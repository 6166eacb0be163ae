package org.wintersill.climatology.statistic;

import java.util.Arrays;
import org.wintersill.climatology.ClimatologyStatistic;
import org.wintersill.climatology.Percentiles;
import org.wintersill.climatology.WinterRecord;
import org.wintersill.layer.LayerDefinition;
import org.wintersill.layer.LayerStyles;
import org.wintersill.layer.SampleType;

/** 10th percentile over winters of the winter's lowest margin, K; type 7. */
public final class MarginLow implements ClimatologyStatistic {
    private static final double SHARE = 0.10;

    @Override
    public LayerDefinition layer() {
        return new LayerDefinition("margin-low", "Margin, one winter in ten",
                "10th percentile over winters of the lowest Tmin - LT50 of the winter: one winter in ten is worse",
                "K", SampleType.FLOAT32, "time: minimum within years", LayerStyles.margin());
    }

    @Override
    public void summarise(WinterRecord record, float[] out, int from, int to) {
        double[] margins = new double[record.winters()];
        for (int cell = from; cell < to; cell++) {
            int n = WinterRecord.valid(record.margins(0), cell, margins);
            Arrays.sort(margins, 0, n);
            out[cell] = n == 0 ? Float.NaN : (float) Percentiles.type7(margins, n, SHARE);
        }
    }
}
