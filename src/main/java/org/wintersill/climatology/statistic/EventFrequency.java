package org.wintersill.climatology.statistic;

import org.wintersill.climatology.WinterRecord;

/** Counts the winters whose margin to the lethal temperature of a level is not above zero: the level's share of buds died. */
final class EventFrequency {
    private EventFrequency() {
    }

    /** Number of winters that count. */
    static int winters(WinterRecord record, int level, int cell) {
        int n = 0;
        for (float[] winter : record.margins()[level]) {
            if (winter[cell] == winter[cell]) {
                n++;
            }
        }
        return n;
    }

    /** Number of winters with the event; a margin of exactly zero is one. */
    static int events(WinterRecord record, int level, int cell) {
        int k = 0;
        for (float[] winter : record.margins()[level]) {
            if (winter[cell] <= 0) {
                k++;
            }
        }
        return k;
    }
}
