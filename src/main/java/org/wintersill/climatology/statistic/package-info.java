/**
 * <b>Purpose.</b> One summary layer a file: what the number is, how it looks, and the loop that makes it.
 *
 * <p><b>May depend on.</b> {@code climatology} and what that may use.
 *
 * <p><b>Conventions.</b> As in {@code climatology}. The list of what a run can make is {@link ClimatologyStatistics}, beside the
 * classes; a class that is not in the list is found by a test.
 */
package org.wintersill.climatology.statistic;
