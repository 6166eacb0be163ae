package org.wintersill.climatology.statistic;

import java.util.Arrays;
import java.util.concurrent.ConcurrentHashMap;
import org.wintersill.climatology.ClimatologyStatistic;
import org.wintersill.climatology.FrequencyInterval;
import org.wintersill.climatology.LayerGroup;
import org.wintersill.climatology.WinterRecord;
import org.wintersill.layer.LayerDefinition;
import org.wintersill.layer.LayerStyles;
import org.wintersill.layer.SampleType;

/**
 * Bounds of the required hardiness: the shifts whose number of killing winters is compatible with the target, by the very bounds that the
 * frequency has. A shift d leaves k(d) of n winters at or below zero; it is compatible where the bounds of k(d) of n enclose the target.
 * So the ends are order statistics of the margins. A record too short to bound a side leaves it missing: with 12 winters and a target of
 * 0.10, not one killing winter is still compatible, and nothing says how much hardier would be hardy enough.
 */
final class RequiredHardinessBound implements ClimatologyStatistic {
    private final int level;
    private final double target;
    private final FrequencyInterval interval;
    private final double confidence;
    private final boolean upper;
    /** By n: fewest and most events that are compatible with the target. */
    private final ConcurrentHashMap<Integer, int[]> compatible = new ConcurrentHashMap<>();

    RequiredHardinessBound(int level, double target, FrequencyInterval interval, double confidence, boolean upper) {
        this.level = level;
        this.target = target;
        this.interval = interval;
        this.confidence = confidence;
        this.upper = upper;
    }

    @Override
    public LayerDefinition layer() {
        return new LayerDefinition("required-hardiness-" + (upper ? "upper" : "lower"), "Required hardiness, " + (upper ? "upper" : "lower") + " bound",
                "Shifts of the curve beyond this are not compatible with a share " + target + " of killing winters (" + interval.key() + ", "
                        + Math.round(confidence * 1000) / 10.0 + " % two-sided); missing where the record is too short to say",
                "K", SampleType.FLOAT32, "", LayerStyles.requiredHardiness());
    }

    @Override
    public LayerGroup group() {
        return LayerGroup.BOUNDS;
    }

    @Override
    public void summarise(WinterRecord record, float[] out, int from, int to) {
        double[] margins = new double[record.winters()];
        for (int cell = from; cell < to; cell++) {
            int n = WinterRecord.valid(record.margins(level), cell, margins);
            double[] bounds = n == 0 ? new double[] {Double.NaN, Double.NaN} : of(margins, n);
            out[cell] = (float) bounds[upper ? 1 : 0];
        }
    }

    /**
     * Lower and upper bound; NaN where there is none.
     *
     * @param margins sorted by this method, the first n count
     */
    double[] of(double[] margins, int n) {
        Arrays.sort(margins, 0, n);
        int[] events = compatible.computeIfAbsent(n, this::compatibleEvents);
        return new double[] {events[1] == n ? Double.NaN : -margins[events[1]], events[0] == 0 ? Double.NaN : -margins[events[0] - 1]};
    }

    private int[] compatibleEvents(int n) {
        int fewest = 0;
        while (fewest < n && interval.bounds(fewest, n, confidence)[1] < target) {
            fewest++;
        }
        int most = n;
        while (most > 0 && interval.bounds(most, n, confidence)[0] > target) {
            most--;
        }
        return new int[] {fewest, most};
    }
}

Try it
Take the lines from the start of the records through the line holding "public final class", both included, and please print them exactly, with nothing else.

Answer to this task
repository 6166eacb0be163ae
package org.wintersill.climatology.statistic;

import java.util.Arrays;
import org.wintersill.climatology.ClimatologyStatistic;
import org.wintersill.climatology.Percentiles;
import org.wintersill.climatology.WinterRecord;
import org.wintersill.layer.LayerDefinition;
import org.wintersill.layer.LayerStyles;
import org.wintersill.layer.SampleType;

/** 10th percentile over winters of the winter's lowest margin, K; type 7. */
public final class MarginLow implements ClimatologyStatistic {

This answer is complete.